→ PROMPT
Would you please report how many lines of the listing contain "names"? Reply with that number only.

→ GIVEN RECORDS

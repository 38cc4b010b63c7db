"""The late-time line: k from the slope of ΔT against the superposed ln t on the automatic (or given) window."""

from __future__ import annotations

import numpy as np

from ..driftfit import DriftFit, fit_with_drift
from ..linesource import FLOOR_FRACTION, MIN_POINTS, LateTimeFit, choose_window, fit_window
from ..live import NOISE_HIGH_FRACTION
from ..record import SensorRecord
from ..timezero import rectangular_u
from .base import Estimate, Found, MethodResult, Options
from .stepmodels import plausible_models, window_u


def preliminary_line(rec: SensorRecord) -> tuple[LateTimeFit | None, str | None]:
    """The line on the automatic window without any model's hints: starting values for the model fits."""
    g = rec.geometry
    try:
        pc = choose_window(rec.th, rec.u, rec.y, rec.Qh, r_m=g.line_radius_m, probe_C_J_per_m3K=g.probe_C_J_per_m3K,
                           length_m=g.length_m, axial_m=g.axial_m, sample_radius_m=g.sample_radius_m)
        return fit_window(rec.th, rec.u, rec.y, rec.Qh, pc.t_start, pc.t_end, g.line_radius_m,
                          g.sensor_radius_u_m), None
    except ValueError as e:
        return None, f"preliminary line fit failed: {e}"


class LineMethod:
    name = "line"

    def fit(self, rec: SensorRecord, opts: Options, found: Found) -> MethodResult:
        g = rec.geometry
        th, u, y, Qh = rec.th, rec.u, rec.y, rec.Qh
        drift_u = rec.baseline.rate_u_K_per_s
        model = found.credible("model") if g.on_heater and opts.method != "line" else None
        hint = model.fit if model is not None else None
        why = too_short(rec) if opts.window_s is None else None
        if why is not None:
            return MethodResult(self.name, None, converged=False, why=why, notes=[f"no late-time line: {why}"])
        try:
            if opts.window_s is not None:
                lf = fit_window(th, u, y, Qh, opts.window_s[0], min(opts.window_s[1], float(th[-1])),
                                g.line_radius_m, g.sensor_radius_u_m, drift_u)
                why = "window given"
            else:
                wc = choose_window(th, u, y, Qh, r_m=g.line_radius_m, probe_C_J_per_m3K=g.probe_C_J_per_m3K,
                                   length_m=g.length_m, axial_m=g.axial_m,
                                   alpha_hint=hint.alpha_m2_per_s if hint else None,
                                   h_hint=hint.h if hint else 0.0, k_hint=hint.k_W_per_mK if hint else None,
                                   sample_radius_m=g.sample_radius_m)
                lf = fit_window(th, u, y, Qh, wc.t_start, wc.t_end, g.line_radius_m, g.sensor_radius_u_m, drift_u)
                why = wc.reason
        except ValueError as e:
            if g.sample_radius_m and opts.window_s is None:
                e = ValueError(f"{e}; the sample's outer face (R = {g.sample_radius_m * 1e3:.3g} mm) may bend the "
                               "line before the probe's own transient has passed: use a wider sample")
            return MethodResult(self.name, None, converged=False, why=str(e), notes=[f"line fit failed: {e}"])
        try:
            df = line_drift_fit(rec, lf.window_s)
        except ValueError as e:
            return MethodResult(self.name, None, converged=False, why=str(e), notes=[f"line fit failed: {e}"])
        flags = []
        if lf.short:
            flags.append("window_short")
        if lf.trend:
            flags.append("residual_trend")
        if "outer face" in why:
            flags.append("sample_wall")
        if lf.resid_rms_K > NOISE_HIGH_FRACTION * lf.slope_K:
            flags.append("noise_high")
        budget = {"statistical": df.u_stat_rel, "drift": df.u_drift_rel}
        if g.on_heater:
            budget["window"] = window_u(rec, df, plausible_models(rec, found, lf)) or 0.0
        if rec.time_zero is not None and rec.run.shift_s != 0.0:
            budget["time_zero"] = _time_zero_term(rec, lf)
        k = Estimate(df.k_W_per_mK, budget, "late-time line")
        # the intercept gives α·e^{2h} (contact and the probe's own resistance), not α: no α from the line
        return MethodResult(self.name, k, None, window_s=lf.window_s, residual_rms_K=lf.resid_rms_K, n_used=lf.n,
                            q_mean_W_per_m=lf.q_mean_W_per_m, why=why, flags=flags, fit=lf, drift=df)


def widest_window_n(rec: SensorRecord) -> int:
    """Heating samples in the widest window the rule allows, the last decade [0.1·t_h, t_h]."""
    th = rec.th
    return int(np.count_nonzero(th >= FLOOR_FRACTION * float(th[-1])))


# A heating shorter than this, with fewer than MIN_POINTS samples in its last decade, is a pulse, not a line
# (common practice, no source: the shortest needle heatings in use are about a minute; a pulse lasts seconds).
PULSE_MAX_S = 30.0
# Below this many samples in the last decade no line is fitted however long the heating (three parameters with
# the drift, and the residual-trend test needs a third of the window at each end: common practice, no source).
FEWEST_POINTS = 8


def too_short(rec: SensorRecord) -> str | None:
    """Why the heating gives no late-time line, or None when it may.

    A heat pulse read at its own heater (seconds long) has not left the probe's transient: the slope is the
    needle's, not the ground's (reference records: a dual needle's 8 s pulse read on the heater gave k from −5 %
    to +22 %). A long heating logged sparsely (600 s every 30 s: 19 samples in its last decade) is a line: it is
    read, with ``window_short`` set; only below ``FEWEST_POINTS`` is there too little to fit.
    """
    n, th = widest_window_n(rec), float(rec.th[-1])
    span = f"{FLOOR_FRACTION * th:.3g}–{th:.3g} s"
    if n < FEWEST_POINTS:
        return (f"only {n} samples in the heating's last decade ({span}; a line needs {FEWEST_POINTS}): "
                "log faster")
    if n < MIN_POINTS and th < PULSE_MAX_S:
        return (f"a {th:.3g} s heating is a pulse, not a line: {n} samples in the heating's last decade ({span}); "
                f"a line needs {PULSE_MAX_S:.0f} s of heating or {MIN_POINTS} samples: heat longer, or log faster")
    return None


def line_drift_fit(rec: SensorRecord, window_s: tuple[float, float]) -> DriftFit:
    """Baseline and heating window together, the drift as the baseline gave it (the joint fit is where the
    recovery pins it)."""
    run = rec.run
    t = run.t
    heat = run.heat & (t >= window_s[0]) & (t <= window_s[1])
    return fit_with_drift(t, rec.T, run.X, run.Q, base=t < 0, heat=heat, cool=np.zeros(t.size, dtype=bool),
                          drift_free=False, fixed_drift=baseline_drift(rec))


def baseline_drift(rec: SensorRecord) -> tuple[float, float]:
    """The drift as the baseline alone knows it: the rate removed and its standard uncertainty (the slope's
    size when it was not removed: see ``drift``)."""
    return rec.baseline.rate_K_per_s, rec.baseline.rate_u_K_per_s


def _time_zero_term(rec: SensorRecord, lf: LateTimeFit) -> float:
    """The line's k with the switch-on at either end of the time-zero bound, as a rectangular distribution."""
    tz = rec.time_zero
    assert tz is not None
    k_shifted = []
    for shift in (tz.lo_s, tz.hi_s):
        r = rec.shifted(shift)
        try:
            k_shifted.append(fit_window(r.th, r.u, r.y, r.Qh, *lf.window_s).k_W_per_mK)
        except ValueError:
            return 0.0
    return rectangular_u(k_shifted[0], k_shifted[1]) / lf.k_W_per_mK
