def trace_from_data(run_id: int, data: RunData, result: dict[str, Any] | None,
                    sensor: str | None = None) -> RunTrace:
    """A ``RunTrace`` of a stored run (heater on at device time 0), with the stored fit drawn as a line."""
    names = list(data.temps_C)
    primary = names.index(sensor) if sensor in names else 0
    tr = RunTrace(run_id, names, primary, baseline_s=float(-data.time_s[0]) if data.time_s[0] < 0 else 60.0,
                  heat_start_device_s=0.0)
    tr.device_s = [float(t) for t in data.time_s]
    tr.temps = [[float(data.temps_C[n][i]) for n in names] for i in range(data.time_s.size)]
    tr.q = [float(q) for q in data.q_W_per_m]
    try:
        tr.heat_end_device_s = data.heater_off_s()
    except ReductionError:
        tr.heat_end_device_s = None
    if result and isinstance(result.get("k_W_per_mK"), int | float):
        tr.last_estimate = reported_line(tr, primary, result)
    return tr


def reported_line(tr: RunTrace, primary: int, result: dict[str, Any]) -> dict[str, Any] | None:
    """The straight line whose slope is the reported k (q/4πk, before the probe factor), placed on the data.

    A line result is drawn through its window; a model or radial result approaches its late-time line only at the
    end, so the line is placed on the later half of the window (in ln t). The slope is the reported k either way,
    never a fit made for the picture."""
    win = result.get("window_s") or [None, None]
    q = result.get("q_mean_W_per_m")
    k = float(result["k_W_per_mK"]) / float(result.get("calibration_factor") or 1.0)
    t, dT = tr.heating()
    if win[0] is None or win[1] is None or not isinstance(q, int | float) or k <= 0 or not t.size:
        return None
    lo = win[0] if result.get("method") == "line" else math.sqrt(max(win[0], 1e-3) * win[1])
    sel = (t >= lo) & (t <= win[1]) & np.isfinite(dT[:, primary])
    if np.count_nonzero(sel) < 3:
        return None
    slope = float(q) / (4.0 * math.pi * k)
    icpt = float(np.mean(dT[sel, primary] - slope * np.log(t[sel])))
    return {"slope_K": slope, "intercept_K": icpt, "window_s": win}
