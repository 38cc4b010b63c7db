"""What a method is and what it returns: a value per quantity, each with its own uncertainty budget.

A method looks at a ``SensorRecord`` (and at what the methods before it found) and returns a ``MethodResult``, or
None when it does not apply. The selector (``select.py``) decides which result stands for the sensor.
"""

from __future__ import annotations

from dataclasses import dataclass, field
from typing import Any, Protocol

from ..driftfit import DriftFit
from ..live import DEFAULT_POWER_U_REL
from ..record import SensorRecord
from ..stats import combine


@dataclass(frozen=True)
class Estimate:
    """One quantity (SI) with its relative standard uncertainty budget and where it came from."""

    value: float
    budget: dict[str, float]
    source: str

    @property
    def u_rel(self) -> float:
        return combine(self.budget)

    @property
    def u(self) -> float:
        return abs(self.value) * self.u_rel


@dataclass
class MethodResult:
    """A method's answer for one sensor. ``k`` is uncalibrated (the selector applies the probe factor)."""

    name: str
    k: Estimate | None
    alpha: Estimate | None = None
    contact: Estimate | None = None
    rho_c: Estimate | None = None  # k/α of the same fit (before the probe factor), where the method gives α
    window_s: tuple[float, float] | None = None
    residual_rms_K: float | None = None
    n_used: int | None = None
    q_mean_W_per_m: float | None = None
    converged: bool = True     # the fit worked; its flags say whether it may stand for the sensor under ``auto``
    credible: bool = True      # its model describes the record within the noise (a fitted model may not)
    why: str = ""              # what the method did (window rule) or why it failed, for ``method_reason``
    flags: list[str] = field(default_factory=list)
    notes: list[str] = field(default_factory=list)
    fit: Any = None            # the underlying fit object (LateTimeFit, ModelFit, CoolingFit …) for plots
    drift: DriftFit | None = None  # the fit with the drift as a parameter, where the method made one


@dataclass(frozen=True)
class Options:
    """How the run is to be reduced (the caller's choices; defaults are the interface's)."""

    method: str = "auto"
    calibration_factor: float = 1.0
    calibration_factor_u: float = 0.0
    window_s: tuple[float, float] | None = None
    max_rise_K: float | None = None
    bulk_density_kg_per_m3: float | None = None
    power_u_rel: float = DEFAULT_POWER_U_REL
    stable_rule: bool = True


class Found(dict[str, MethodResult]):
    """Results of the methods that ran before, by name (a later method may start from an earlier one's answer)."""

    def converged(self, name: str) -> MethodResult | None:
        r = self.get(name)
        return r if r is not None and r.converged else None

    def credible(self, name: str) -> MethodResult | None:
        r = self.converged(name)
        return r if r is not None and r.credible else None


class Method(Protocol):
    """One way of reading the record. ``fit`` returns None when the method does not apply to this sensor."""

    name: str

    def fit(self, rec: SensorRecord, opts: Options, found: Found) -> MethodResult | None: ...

→ RESULT OF THE TASK
4